LONDON — The sale of a majority stake in Yoox Net-a-porter Group to Farfetch cleared a key hurdle on Wednesday after the U.K. Competition and Markets Authority approved the transaction which was announced last August.
The CMA said in a brief statement that it had approved the deal and that a full text of its decision would be published in due course. It is not planning any further investigations into the companies.
In January, the CMA said it was considering whether the transaction would have resulted in “a substantial lessening of competition within any market, or markets, in the United Kingdom for goods or services.”
It had invited comments on the transaction from interested parties.
As reported, YNAP’s parent Compagnie Financière Richemont plans to sell a majority stake in Yoox Net-a-porter Group to Farfetch and Alabbar, YNAP’s partner in the Middle East.
On completion of the deal later this year, Richemont will hold a 49.3 percent stake in YNAP. Over the next five years, Farfetch is expected to acquire the entirety of YNAP, subject to certain conditions.
In exchange, Richemont will receive Farfetch shares, expected to represent 12 to 13 percent of Farfetch’s issued share capital.
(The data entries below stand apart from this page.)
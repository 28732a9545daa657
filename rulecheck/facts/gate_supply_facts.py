"""Facts of gate supplies: the nets that feed drivers' outputs, bootstraps among them."""

from collections.abc import Iterable, Sequence

from rulecheck.facts.drawn import open_where_none
from rulecheck.facts.facts import Bounds, Subject, Value
from rulecheck.facts.gate_electrics import drive_power, frequency_of, gate_charge, total
from rulecheck.facts.gate_levels import bootstrap_diodes, bootstrap_feed, supply_range
from rulecheck.facts.inputs import Inputs, stated_number, stated_range
from rulecheck.facts.potential import Steps, known_steps, largest_difference
from rulecheck.facts.terms import SubjectTerm, count, link, number, span_of, text, texts, yes_no
from rulecheck.parts import Kind, Part
from rulecheck.stage import DrivenBy, GateCommand, GateDrive
from rulecheck.values import Dimension, Interval, Unknown, natural_key

V, S = Dimension.VOLTAGE, Dimension.TIME

GATE_SUPPLY = SubjectTerm(
    "gate-supply",
    "A net that feeds outputs of gate drivers, or the floating supply of a bootstrap.",
    (
        text("return", "The net that its voltage is measured against."),
        texts("returns", "Every net that an output fed by it is measured against."),
        count("return-nets", "How many those are."),
        texts("drivers", "The drivers that it feeds."),
        count("gates", "How many gate nets its outputs drive."),
        yes_no("bootstrap", "It is a floating supply that a diode charges in each period."),
        yes_no("fed", "Something but drivers and capacitors is at it, or the sheet states it."),
        yes_no("decoupled", "A capacitor stands between it and its return."),
        number("capacitance", Dimension.CAPACITANCE, "All capacitors from it to its return."),
        span_of("voltage", V, "Its voltage over its return."),
        span_of("permitted", V, "The supply voltage that all its drivers permit."),
        number("lockout", V, "The highest under-voltage lockout among its drivers."),
        number("power", Dimension.POWER, "Power that its gates take."),
        number("source-power", Dimension.POWER, "Rated power of the converter that feeds it."),
        yes_no("feed-described", "A converter of stated power feeds it."),
        number("charge", Dimension.CHARGE, "Gate charge of all its gates."),
        number("standing-current", Dimension.CURRENT, "Quiescent current of its drivers."),
        number("frequency", Dimension.FREQUENCY, "Switching frequency of its gates."),
        number("on-time", S, "Longest time that its gates stay on: a period at the most."),
        text("feed", "Of a bootstrap: the supply net that charges it; empty where none does."),
        span_of("feed-voltage", V, "Of a bootstrap: the voltage of the supply that charges it."),
        text("feed-diode", "Of a bootstrap: the diode that charges it."),
        yes_no("diode-found", "Of a bootstrap: a diode is between it and another net."),
        yes_no("diode-reversed", "Of a bootstrap: its diode points away from it."),
        number("diode-blocking", V, "Of a bootstrap: the rated blocking voltage of that diode."),
        number("diode-recovery", S, "Of a bootstrap: the recovery time of that diode."),
        number("diode-voltage", V, "Of a bootstrap: what that diode must block."),
        yes_no("refreshed", "Of a bootstrap: some state ties its return to its feed's ground."),
        yes_no("held-on", "Of a bootstrap: its gates may stay on for longer than a period."),
    ),
    (
        link("gate-drives", "gate-drive", "The gates that it feeds."),
        link("capacitors", "capacitor", "The capacitors from it to its return."),
    ),
)


def collect(inputs: Inputs) -> tuple[Subject, ...]:
    by_net: dict[str, list[GateDrive]] = {}
    for drive in inputs.stage.gate_drives.values():
        known = drive.output.supply_net
        if known and any(inputs.positions_of_part.get(name) for name in drive.devices):
            by_net.setdefault(known, []).append(drive)
    steps = known_steps(inputs)
    found = tuple(
        _subject(inputs, net, by_net[net], steps) for net in sorted(by_net, key=natural_key)
    )
    feeds = Unknown("what feeds the gate supplies", "the supplies of the drivers in the netlist")
    aids = Unknown("the capacitors of the gate supplies", "the drivers' capacitors in the netlist")
    return open_where_none(open_where_none(found, "fed", feeds), "decoupled", aids)


def _subject(
    inputs: Inputs,
    net: str,
    drives: Sequence[GateDrive],
    steps: Steps,
) -> Subject:
    output = drives[0].output
    returned = _supply_return(drives[0])
    drivers = tuple(dict.fromkeys(drive.output.part for drive in drives))
    parts = [inputs.part_by_name[name] for name in drivers]
    positions = _positions(inputs, drives)
    capacitors = _capacitors(inputs, net, returned)
    power = total(drive_power(inputs, drive, _positions(inputs, [drive])) for drive in drives)
    feeding = _feeding(inputs, net)
    permitted = _permitted(parts)
    returns = tuple(dict.fromkeys(_supply_return(drive) for drive in drives))
    values: dict[str, Value] = {
        "return": returned,
        "returns": returns,
        "return-nets": float(len(returns)),
        "drivers": drivers,
        "gates": float(len(drives)),
        "bootstrap": output.floating_supply,
        "fed": _fed(inputs, net),
        "decoupled": bool(capacitors),
        "capacitance": total(part.value for part in capacitors),
        "voltage": supply_range(inputs, net, returned),
        "permitted": permitted,
        "lockout": _highest([stated_range(part, "driver.lockout") for part in parts]),
        "power": power,
        "source-power": _source_power(inputs, net, feeding),
        "feed-described": any("ratings.power" in part.data for part in feeding),
        "charge": total(gate_charge(inputs, drive) for drive in drives),
        "standing-current": total(stated_number(p, "driver.quiescent-current") for p in parts),
        "frequency": frequency_of(inputs, positions),
        "on-time": _longest_on_time(inputs, drives, positions),
        **_bootstrap_values(inputs, net, drives, steps, permitted),
    }
    links = {
        "gate-drives": tuple(drive.gate for drive in drives),
        "capacitors": tuple(part.name for part in capacitors),
    }
    named = (*drivers, *(part.name for part in capacitors))
    span, related = inputs.span_of_parts(named), inputs.related_spans(named)
    nets = tuple(n for n in (net, returned) if n)
    return Subject("gate-supply", net, values, links, named, nets, span, related)


def _supply_return(drive: GateDrive) -> str:
    """What the supply of the output is measured against; before a gate transformer, its ground."""
    output = drive.output
    return output.input_ground if output.by is DrivenBy.TRANSFORMER else output.return_net


def _positions(inputs: Inputs, drives: Iterable[GateDrive]) -> tuple[str, ...]:
    found = (
        position
        for drive in drives
        for device in drive.devices
        for position in inputs.positions_of_part.get(device, ())
    )
    return tuple(dict.fromkeys(found))


def _capacitors(inputs: Inputs, net: str, returned: str) -> list[Part]:
    here = inputs.parts_at_net.get(net, ())
    there = set(inputs.parts_at_net.get(returned, ()))
    parts = (inputs.part_by_name[name] for name in here if name in there)
    return [part for part in parts if part.kind is Kind.CAPACITOR]


_QUIET = frozenset({Kind.CAPACITOR, Kind.DRIVER})


def _fed(inputs: Inputs, net: str) -> bool:
    kinds = {inputs.part_by_name[name].kind for name in inputs.parts_at_net.get(net, ())}
    stated = net in inputs.ports_at_net or net in inputs.stage.gate_supplies
    return bool(kinds - _QUIET) or stated


def _feeding(inputs: Inputs, net: str) -> list[Part]:
    """Converters of the auxiliary supply with an output on the net."""
    parts = (inputs.part_by_name[name] for name in inputs.parts_at_net.get(net, ()))
    return [
        part
        for part in parts
        if part.kind is Kind.OTHER
        and any(pin.role.startswith("out") and inputs.merged(pin.net) == net for pin in part.pins)
    ]


def _source_power(inputs: Inputs, net: str, feeding: Sequence[Part]) -> Value:
    if feeding:
        return stated_number(feeding[0], "ratings.power")
    return Unknown(f"power of gate supply {net}", f"ratings.power of what feeds {net}")


def _permitted(parts: Sequence[Part]) -> Value:
    found: Interval | None = None
    for part in parts:
        value = stated_range(part, "driver.supply")
        if not isinstance(value, Interval):
            return value
        found = value if found is None else found.meet(value) or value
    return found or Unknown("permitted supply voltage", "driver.supply of the driver")


def _highest(values: Sequence[Value]) -> Value:
    for value in values:
        if not isinstance(value, Interval):
            return value
    return max((value.high for value in values if isinstance(value, Interval)), default=0.0)


def _longest_on_time(
    inputs: Inputs, drives: Sequence[GateDrive], positions: Sequence[str]
) -> Value:
    """From the gates' own commands, else a whole period."""
    commands = _commands(inputs, drives)
    if commands and not any(command.steady for command in commands):
        return max(_longest_of(command) for command in commands)
    frequency = frequency_of(inputs, positions)
    return 1.0 / frequency if isinstance(frequency, float) else frequency


def _commands(inputs: Inputs, drives: Sequence[GateDrive]) -> list[GateCommand]:
    known = inputs.stage.gate_commands
    return [known[name] for drive in drives for name in drive.devices if name in known]


def _longest_of(command: GateCommand) -> float:
    """The longest on-time, one that runs past the end of the period in one piece."""
    times = [span.high - span.low for span in command.on]
    if len(times) > 1 and command.repeats and _wraps(command):
        times.append(times[0] + times[-1])
    return max(times, default=0.0)


def _wraps(command: GateCommand) -> bool:
    return command.on[0].low <= 0.0 and command.on[-1].high >= command.period


def _bootstrap_values(
    inputs: Inputs,
    net: str,
    drives: Sequence[GateDrive],
    steps: Steps,
    permitted: Value,
) -> dict[str, Value]:
    output = drives[0].output
    diodes = bootstrap_diodes(inputs, net)
    feed = bootstrap_feed(inputs, net)
    toward = [d for d in diodes if not _points_away(inputs, d, net)]
    diode = next(iter(toward or diodes), None)
    missing = Unknown(f"bootstrap diode of {net}", f"a diode from a supply to {net}")
    return {
        "feed": feed if toward else "",
        "feed-voltage": supply_range(inputs, feed, output.input_ground) if feed else missing,
        "feed-diode": diode.name if diode else "",
        "diode-found": diode is not None,
        "diode-reversed": bool(diodes) and not toward,
        "diode-blocking": stated_number(diode, "ratings.blocking") if diode else missing,
        "diode-recovery": stated_number(diode, "diode.recovery-time") if diode else missing,
        "diode-voltage": _diode_voltage(
            largest_difference(steps, output.input_ground, output.return_net),
            supply_range(inputs, feed, "") if feed else missing,
            permitted,
        ),
        "refreshed": _refreshed(inputs, output.return_net, output.input_ground),
        "held-on": _held_on(inputs, drives),
    }


def _points_away(inputs: Inputs, diode: Part, net: str) -> bool:
    """Its cathode is not on the supply's side."""
    cathode = inputs.merged(diode.net("cathode") or "")
    if cathode == net:
        return False
    beside = inputs.parts_at_net.get(cathode, ())
    joined = set(beside) & set(inputs.parts_at_net.get(net, ()))
    return not any(inputs.part_by_name[name].kind is Kind.RESISTOR for name in joined)


def _diode_voltage(potential: Value, supply: Interval | Unknown, permitted: Value) -> Value:
    """Bus plus supply: the floating supply rises with its return, the feed stays."""
    if isinstance(supply, Interval):
        return total((potential, supply.high))
    most = permitted.high if isinstance(permitted, Interval) else float("inf")
    return total((potential, Bounds(Interval(0.0, most), (supply,))))


def _refreshed(inputs: Inputs, returned: str, ground: str) -> bool | Unknown:
    """Some state of the stage joins the return to the ground through switches that are on."""
    positions = inputs.position_by_name
    groups = [group for group in inputs.demands.groups if group.analysed]
    if not groups or not returned or not ground:
        return Unknown("the states of the stage", "the ports of the stage")
    for group in groups:
        for state in group.states:
            ends = [(positions[n].start, positions[n].end) for n in state.on if n in positions]
            if _joined(ends, returned, ground):
                return True
    return False


def _joined(pairs: Sequence[tuple[str, str]], start: str, end: str) -> bool:
    reached = {start}
    grown = True
    while grown:
        more = {b for pair in pairs for a, b in (pair, pair[::-1]) if a in reached} - reached
        grown = bool(more)
        reached |= more
    return end in reached


def _held_on(inputs: Inputs, drives: Sequence[GateDrive]) -> bool:
    """A switch between two independent voltages is on for as long as they are joined."""
    tied = any(p not in inputs.group_of_position for p in _positions(inputs, drives))
    commands = _commands(inputs, drives)
    return tied or any(c.on and _longest_of(c) >= c.period for c in commands)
The two partners have said they plan to work together to accelerate the quality and global penetration of the Richemont brands online.
Going forward, the Richemont maisons will leverage Farfetch technology, and sell via e-concessions on the Farfetch Marketplace.
In a report following Wednesday’s announcement, Barclays said the CMA approval was “a positive for Richemont, and removes a potential downside risk that the deal does not get completed.”
The wheels of the deal are already in motion: In the first six months of fiscal 2023, Richemont reported a loss of 766 million euros following the noncash write-down of assets linked to the proposed sale of a majority stake in YNAP.
Richemont chairman Johann Rupert has said the new alliance will “realize my long-standing goal of making YNAP a neutral, industry-wide platform, with no controlling shareholder.”
He added that “it was never Richemont’s dream, or intention, to own an online business.” Rupert said Richemont originally took full control of YNAP because its former shareholders had wanted to sell their stakes.
Rupert said the planned sale of YNAP to Farfetch will allow Richemont “to deliver on its global digital strategy” and, at the same time, “to focus on what it does best.”
He said the plan is to continue building brand equity at the company’s luxury maisons without having to worry about running a digital business.
The deal with Farfetch, he declared, will be “transformative for all of luxury, and not for a select few. It will transform big and small companies throughout Europe” by allowing them to set up shop with help from tech-savvy Farfetch.
Founder and chief executive officer José Neves said Farfetch’s tech will be “a game-changer for Richemont’s brands, and allow them to operate in a hybrid marketplace that is open to the entire industry.” The deal, he added, will double the gross merchandise value of Farfetch.